J’ai décidé en ce premier week-end de déroger à ma règle et de vous proposer un vrai livre « utilitaire ». Il n’y a rien de pire que d’offrir un cadeau qui sert à un enfant, il vous en voudra le restant de sa vie. Ce livre n’est pas vendu en librairie mais au porte-à-porte par un ex-agent du service public. Il n’a pas la prétention d’égaler les plus grands auteurs du répertoire et cependant, il recèle à bien des égards toute la mythologie littéraire. Il est, par essence, le terreau de toute création artistique, un préalable à l’imaginaire, la preuve, il compile les prénoms et les rues. Il entrouvre des univers parallèles.
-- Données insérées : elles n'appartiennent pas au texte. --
@router.get("/areas/{area_id}/proposals", response_class=HTMLResponse)
def area_proposals_page(
    request: Request,
    area_id: str,
    session: SessionDep,
    user: SurveyorUser,
    verdict: str | None = None,
    suggested: int | None = None,
    missed: int | None = None,
    rechecked: int | None = None,
) -> HTMLResponse:
    area, building, required = _area_context(session, user, area_id)
    items = service.area_proposals(session=session, org_id=user.org_id, area=area)
    wanted = _filter(verdict)
    counts = service.verdict_counts(items)
    chosen = service.by_verdict(items, wanted)
    filters = [("", "All", len(items), wanted is None)] + [
        (key.value, FILTER_LABELS[key], counts[key], wanted is key) for key in VerdictFilter
    ]
    messages = []
    if suggested is not None:
        messages.append(f"The planner chose a module and pack for {suggested} fixture(s).")
        if missed:
            messages.append(
                f"For {missed} fixture(s) nothing in the catalogue passes every rule: open them "
                "to see the nearest miss."
            )
    if rechecked is not None:
        messages.append(f"The checks ran again for {rechecked} proposal(s).")
    back = request.url.path + (f"?{urlencode({'verdict': wanted.value})}" if wanted else "")
    return render(
        request,
        "proposals/area.html",
        {
            "section": "sites",
            "area": area,
            "building": building,
            "rows": [row_view(item, required) for item in chosen],
            "filters": filters,
            "messages": messages,
            "stale_count": sum(1 for item in items if item.stale),
            "without_count": counts[VerdictFilter.NONE],
            "can_estimate": role_at_least(user.role_enum, Role.ESTIMATOR),
            "back": back,
            "required": minutes(required),
        },
    )


@router.post("/areas/{area_id}/proposals/suggest")
def suggest_area(
    area_id: str, session: SessionDep, user: EstimatorUser, form: FormData = FormDep
) -> Response:
    outcome = service.suggest_for_area(session=session, user=user, area_id=area_id)
    query = urlencode({"suggested": outcome.saved, "missed": outcome.no_pass})
    return RedirectResponse(f"/areas/{area_id}/proposals?{query}", status_code=303)


@router.post("/areas/{area_id}/proposals/recheck")
def recheck_area(
    area_id: str, session: SessionDep, user: EstimatorUser, form: FormData = FormDep
) -> Response:
    area, _, _ = _area_context(session, user, area_id)
    stale = [
        item.fixture.id
        for item in service.area_proposals(session=session, org_id=user.org_id, area=area)
        if item.stale
    ]
    for fixture_id in stale:
        service.recheck(session=session, user=user, fixture_id=fixture_id)
    return RedirectResponse(f"/areas/{area_id}/proposals?rechecked={len(stale)}", status_code=303)


def _row_response(
    request: Request,
    session: Session,
    user: User,
    fixture: Fixture,
    *,
    error: str = "",
    note: str = "",
    status_code: int = 200,
) -> HTMLResponse:
    area, _, required = _area_context(session, user, fixture.area_id)
    item = service.fixture_proposal(session=session, org_id=user.org_id, fixture=fixture, area=area)
    current = urlsplit(request.headers.get("HX-Current-URL", ""))
    return render(
        request,
        "proposals/_row.html",
        {
            "row": row_view(item, required, error=error, note=note),
            "can_estimate": True,
            "back": current.path + (f"?{current.query}" if current.query else ""),
        },
        status_code=status_code,
    )


# ---- one fixture's proposal ----
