def _windowed_selection(
    requirements: Requirements,
    kept_rows: NDArray[np.int_],
    costs: FloatArray,
    target: FloatArray,
    candidate_s_m: FloatArray,
    *,
    deadline: float,
) -> BoolArray:
    """Rolling-horizon heuristic: an integer program per stretch of the route.

    Stretches of :data:`WINDOW_CORE_M` are solved in turn, each with the
    candidates up to :data:`WINDOW_MARGIN_M` beyond it and the ones already
    chosen; the choices inside the stretch are then fixed. An average the
    profile asks for is asked of every stretch, which is enough for the whole
    route. A greedy pass completes and prunes the result (and covers the
    stretches left when time runs out).

    References
    ----------
    Rolling-horizon decomposition: common practice in operations research.
    """
    rows = requirements.rows
    s_m = requirements.s_m
    centre_count = requirements.weights_m.size
    centre_need = requirements.need_lux[0]
    starts = np.arange(0.0, float(np.nanmax(s_m)), WINDOW_CORE_M)
    on = np.zeros(costs.size, dtype=bool)
    off = np.zeros(costs.size, dtype=bool)
    for number, start in enumerate(starts):
        remaining_s = deadline - time.monotonic()
        if remaining_s <= 0:  # out of time: the greedy pass completes the rest
            break
        last = number == starts.size - 1
        end = math.inf if last else start + WINDOW_CORE_M
        core = kept_rows[(s_m[kept_rows] >= start) & (s_m[kept_rows] < end)]
        centre = np.arange(centre_count)[(s_m[:centre_count] >= start) & (s_m[:centre_count] < end)]
        window_rows = [rows[core]]
        window_target = [target[core]]
        weight = float(requirements.weights_m[centre].sum())
        for need_lux, factor in requirements.averages:
            if weight > 0:
                local = requirements.weights_m[centre] @ rows[centre] * centre_need / weight
                window_rows.append((local * factor / need_lux)[None, :])
                window_target.append(np.array([1.0 + SOLVER_MARGIN]))
        block = np.vstack(window_rows)
        need = np.concatenate(window_target) - block @ on.astype(float)
        free = np.flatnonzero(
            (candidate_s_m >= start - WINDOW_MARGIN_M)
            & (candidate_s_m < end + WINDOW_MARGIN_M)
            & ~on
            & ~off
        )
        in_core = (candidate_s_m[free] >= start) & (candidate_s_m[free] < end)
        short = need > 0
        if free.size == 0 or not np.any(short):
            off[free[in_core]] = True
            continue
        block, need = block[short][:, free], need[short]
        reachable = block.sum(axis=1) >= need  # the rest is left to the greedy pass
        if not np.any(reachable):
            continue
        solution = milp(
            costs[free],
            constraints=LinearConstraint(block[reachable], lb=need[reachable], ub=np.inf),
            integrality=np.ones(free.size),
            bounds=Bounds(0.0, 1.0),
            options={
                "time_limit": remaining_s / (starts.size - number),
                "mip_rel_gap": WINDOW_REL_GAP,
                "disp": False,
            },
        )
        if solution.x is None:
            continue
        picked = np.asarray(solution.x) > 0.5
        on[free[picked & in_core]] = True
        off[free[~picked & in_core]] = True
    return greedy_selection(rows, costs, target, start=on)
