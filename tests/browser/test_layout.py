"""Every main page at both tablet sizes and the desktop size: screenshots, no sideways
scrolling, a label on every input, touch targets of at least 44 px."""

from __future__ import annotations

from typing import Any

import pytest

from tests.browser_support import (
    VIEWPORTS,
    Site,
    inputs_without_label,
    new_site,
    no_horizontal_scroll,
    screenshot,
    small_targets,
)
from tests.planner_data import SERIES_FIXTURE

pytestmark = pytest.mark.browser


@pytest.fixture(scope="module")
def pages(site: Site) -> dict[str, str]:
    """A small surveyed area with proposals of each verdict, and the paths to look at."""
    made = new_site(
        site,
        fixtures=[
            {**SERIES_FIXTURE, "tag": "L-01", "location": "By the stair door"},
            {**SERIES_FIXTURE, "tag": "L-02", "unswitched_supply": False},
            {**SERIES_FIXTURE, "tag": "L-03", "ballast": "magnetic-glow-starter"},
            {
                **SERIES_FIXTURE,
                "tag": "L-04",
                "existing_kit": True,
                "pack_chemistry": "NiCd",
                "pack_cells": 4,
                "pack_capacity_ah": 4.5,
                "pack_date_code": "1903",
                "pack_date_format": "YYMM",
                "open_circuit_v": 5.2,
                "loaded_v": 2.9,
                "load_ohm": 9.1,
            },
        ],
    )
    fixtures = made["fixtures"]
    with site.api() as api:
        api.put(
            f"/api/v1/fixtures/{fixtures[0]['id']}/proposal",
            json={"module_id": site.catalogue["both"], "pack_id": site.catalogue["big"]},
        ).raise_for_status()
        api.put(
            f"/api/v1/fixtures/{fixtures[2]['id']}/proposal",
            json={"module_id": site.catalogue["one"], "pack_id": site.catalogue["small"]},
        ).raise_for_status()
    area, building = made["area"]["id"], made["building"]["id"]
    return {
        "home": "/",
        "buildings": "/buildings",
        "building": f"/buildings/{building}",
        "area-form": f"/areas/{area}/edit",
        "area": f"/areas/{area}",
        "fixture-new": f"/areas/{area}/fixtures/new",
        "fixture": f"/fixtures/{fixtures[3]['id']}",
        "proposals": f"/areas/{area}/proposals",
        "proposal": f"/fixtures/{fixtures[2]['id']}/proposal",
        "catalogue": "/catalogue",
        "modules": "/catalogue/modules",
        "module-form": "/catalogue/modules/new",
        "pack-form": "/catalogue/packs/new",
    }


@pytest.mark.parametrize("viewport", list(VIEWPORTS))
def test_main_pages_fit_and_label_everything(
    page_as: Any, browser: Any, site: Site, pages: dict[str, str], viewport: str
) -> None:
    signed_out = browser.new_context(viewport=VIEWPORTS[viewport], base_url=site.url)
    try:
        signin = signed_out.new_page()
        signin.goto("/signin")
        screenshot(signin, "signin", viewport)
        assert no_horizontal_scroll(signin)
        assert inputs_without_label(signin) == []
    finally:
        signed_out.close()
    page = page_as("estimator", viewport)
    problems: dict[str, Any] = {}
    for name, path in pages.items():
        answer = page.goto(path)
        assert answer is not None and answer.status == 200, (name, path)
        if name == "fixture":
            with page.expect_response(lambda answer: answer.url.endswith("/findings")):
                page.get_by_label("Check with module").select_option(
                    label="Test module, both ends, 7 W"
                )
            page.locator("#findings .existing-pack").wait_for()
        screenshot(page, name, viewport)
        found = {
            "sideways scroll": not no_horizontal_scroll(page),
            "unlabelled": inputs_without_label(page),
            "small": small_targets(page),
        }
        if any(found.values()):
            problems[name] = found
    assert problems == {}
À sa façon, il est aussi poétique que métaphysique, pratique qu’exotique. Il renseigne sur les jours de marchés. Il indique à l’habitant près, la population exacte de toutes les communes d’un département. Sérieusement, depuis combien de temps n’avez-vous pas lu quelque chose d’aussi pénétrant et mélancolique. L’ouvrir, c’est plonger dans son enfance. Vos aïeux surgissent à chaque page. Ma grand-mère ne se séparait jamais de lui. Elle le consultait presque quotidiennement et le manipulait aussi souvent que son chapelet.

Ce condensé de souvenirs à la mine rectangulaire se paye le luxe de vous apprendre l’origine des légumes oubliés et de lister les anniversaires de mariage (29 ans : velours ; 46 ans : lavande). Le langage des fleurs (la capucine pour l’indifférence ou le zinnia pour l’inconstance) y trouve également refuge. Le calendrier des Postes continue de perpétrer les usages qui font le lit de notre identité. Sa permanence dérisoire est un signe de modernité.